§ TASK DETAILS: Quote each line exactly, from the line that contains "# --- documentation" down to the last line of the listing, and no other lines.

§ THE DATA:
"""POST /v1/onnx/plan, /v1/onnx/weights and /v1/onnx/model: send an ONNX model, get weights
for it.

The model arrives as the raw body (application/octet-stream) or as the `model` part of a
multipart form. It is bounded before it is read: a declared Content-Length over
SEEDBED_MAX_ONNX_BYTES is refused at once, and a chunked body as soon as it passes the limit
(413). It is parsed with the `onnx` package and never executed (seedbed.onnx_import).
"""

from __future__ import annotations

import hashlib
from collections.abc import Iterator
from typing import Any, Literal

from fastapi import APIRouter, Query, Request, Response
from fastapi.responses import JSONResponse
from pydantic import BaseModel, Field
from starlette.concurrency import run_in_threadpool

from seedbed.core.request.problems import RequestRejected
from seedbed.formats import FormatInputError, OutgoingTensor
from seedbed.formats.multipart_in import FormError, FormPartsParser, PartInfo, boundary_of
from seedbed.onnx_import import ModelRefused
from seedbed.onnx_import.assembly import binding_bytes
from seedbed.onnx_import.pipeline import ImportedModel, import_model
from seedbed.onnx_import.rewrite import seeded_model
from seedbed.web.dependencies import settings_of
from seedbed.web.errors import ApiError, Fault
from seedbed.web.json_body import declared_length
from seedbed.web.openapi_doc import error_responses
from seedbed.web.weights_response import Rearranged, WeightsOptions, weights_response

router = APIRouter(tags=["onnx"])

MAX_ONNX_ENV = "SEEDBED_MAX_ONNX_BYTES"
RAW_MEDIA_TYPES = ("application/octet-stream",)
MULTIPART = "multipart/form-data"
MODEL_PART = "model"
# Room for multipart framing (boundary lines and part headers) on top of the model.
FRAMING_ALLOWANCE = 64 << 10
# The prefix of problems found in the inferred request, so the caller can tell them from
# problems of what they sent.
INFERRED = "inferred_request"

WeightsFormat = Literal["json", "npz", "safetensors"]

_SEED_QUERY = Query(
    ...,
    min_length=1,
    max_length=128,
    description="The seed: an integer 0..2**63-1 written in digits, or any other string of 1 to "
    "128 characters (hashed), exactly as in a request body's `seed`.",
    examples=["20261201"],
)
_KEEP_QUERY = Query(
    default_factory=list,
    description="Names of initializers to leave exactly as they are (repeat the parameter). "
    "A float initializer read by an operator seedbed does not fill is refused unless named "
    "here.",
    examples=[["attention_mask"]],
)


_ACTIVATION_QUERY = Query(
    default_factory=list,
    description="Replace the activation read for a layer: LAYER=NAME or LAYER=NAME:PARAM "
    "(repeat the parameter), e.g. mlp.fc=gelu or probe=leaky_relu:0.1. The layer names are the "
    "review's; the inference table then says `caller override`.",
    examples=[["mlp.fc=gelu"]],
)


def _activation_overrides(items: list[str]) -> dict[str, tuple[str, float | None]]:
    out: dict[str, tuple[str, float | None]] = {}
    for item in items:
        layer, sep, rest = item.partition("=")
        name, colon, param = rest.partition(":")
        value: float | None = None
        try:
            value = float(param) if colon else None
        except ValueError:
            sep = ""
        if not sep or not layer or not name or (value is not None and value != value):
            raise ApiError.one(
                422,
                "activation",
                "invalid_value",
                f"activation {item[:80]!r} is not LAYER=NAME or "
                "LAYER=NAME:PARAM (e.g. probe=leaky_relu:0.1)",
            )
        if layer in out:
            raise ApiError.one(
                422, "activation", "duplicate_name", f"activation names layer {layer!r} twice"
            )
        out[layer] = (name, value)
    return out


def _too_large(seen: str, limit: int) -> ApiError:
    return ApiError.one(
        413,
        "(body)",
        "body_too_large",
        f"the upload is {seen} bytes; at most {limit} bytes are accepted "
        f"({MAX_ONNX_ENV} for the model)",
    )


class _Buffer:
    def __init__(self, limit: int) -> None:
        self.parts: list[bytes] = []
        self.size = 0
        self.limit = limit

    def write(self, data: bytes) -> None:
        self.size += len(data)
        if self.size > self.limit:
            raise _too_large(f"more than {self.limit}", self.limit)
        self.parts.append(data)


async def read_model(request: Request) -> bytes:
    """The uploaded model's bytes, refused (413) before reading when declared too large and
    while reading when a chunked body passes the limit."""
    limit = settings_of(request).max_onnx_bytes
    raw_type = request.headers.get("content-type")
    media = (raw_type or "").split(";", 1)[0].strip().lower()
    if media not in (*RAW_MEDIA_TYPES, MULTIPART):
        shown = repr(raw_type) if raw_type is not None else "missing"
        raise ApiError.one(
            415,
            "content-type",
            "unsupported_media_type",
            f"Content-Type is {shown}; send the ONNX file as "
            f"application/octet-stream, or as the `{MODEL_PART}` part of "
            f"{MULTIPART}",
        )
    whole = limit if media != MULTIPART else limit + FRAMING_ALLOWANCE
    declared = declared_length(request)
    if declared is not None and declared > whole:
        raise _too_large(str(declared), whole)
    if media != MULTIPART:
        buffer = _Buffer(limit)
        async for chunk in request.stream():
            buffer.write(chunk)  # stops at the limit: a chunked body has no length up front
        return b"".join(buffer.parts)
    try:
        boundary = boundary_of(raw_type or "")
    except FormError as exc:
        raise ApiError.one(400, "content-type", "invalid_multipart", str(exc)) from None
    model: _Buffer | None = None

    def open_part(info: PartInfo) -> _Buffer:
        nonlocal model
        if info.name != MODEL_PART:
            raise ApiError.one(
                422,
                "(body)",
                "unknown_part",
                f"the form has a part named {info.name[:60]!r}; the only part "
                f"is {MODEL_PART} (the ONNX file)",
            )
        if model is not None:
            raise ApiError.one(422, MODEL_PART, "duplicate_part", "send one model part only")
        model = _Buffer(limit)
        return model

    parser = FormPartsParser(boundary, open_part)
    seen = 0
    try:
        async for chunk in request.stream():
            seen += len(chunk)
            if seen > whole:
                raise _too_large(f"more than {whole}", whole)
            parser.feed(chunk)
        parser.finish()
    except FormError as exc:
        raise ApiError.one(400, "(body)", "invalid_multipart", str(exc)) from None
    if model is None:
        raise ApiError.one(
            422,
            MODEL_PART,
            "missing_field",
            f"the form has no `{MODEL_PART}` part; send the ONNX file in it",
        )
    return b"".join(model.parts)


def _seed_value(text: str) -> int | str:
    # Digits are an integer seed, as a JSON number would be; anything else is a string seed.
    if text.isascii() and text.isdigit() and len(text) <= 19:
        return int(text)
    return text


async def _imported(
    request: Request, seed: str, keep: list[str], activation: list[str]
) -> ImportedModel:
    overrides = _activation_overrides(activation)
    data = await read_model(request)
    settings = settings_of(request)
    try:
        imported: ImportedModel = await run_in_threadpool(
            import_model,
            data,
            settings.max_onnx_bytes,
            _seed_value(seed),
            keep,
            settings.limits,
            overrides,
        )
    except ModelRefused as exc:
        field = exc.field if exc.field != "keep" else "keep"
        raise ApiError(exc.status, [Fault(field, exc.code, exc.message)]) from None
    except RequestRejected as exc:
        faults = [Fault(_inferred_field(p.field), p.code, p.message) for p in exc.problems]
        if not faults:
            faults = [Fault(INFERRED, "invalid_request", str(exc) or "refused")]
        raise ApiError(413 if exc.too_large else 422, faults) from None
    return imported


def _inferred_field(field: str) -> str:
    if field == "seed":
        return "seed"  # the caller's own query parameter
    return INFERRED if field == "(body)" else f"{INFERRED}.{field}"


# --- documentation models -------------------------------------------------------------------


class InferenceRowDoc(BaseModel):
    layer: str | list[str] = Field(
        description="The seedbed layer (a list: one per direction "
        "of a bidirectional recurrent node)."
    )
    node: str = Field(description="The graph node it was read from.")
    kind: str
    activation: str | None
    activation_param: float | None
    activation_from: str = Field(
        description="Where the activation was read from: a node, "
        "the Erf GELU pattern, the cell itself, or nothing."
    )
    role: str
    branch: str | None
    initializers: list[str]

§ FINAL ANSWER:
# --- documentation models -------------------------------------------------------------------


class InferenceRowDoc(BaseModel):
    layer: str | list[str] = Field(
        description="The seedbed layer (a list: one per direction "
        "of a bidirectional recurrent node)."
    )
    node: str = Field(description="The graph node it was read from.")
    kind: str
    activation: str | None
    activation_param: float | None
    activation_from: str = Field(
        description="Where the activation was read from: a node, "
        "the Erf GELU pattern, the cell itself, or nothing."
    )
    role: str
    branch: str | None
    initializers: list[str]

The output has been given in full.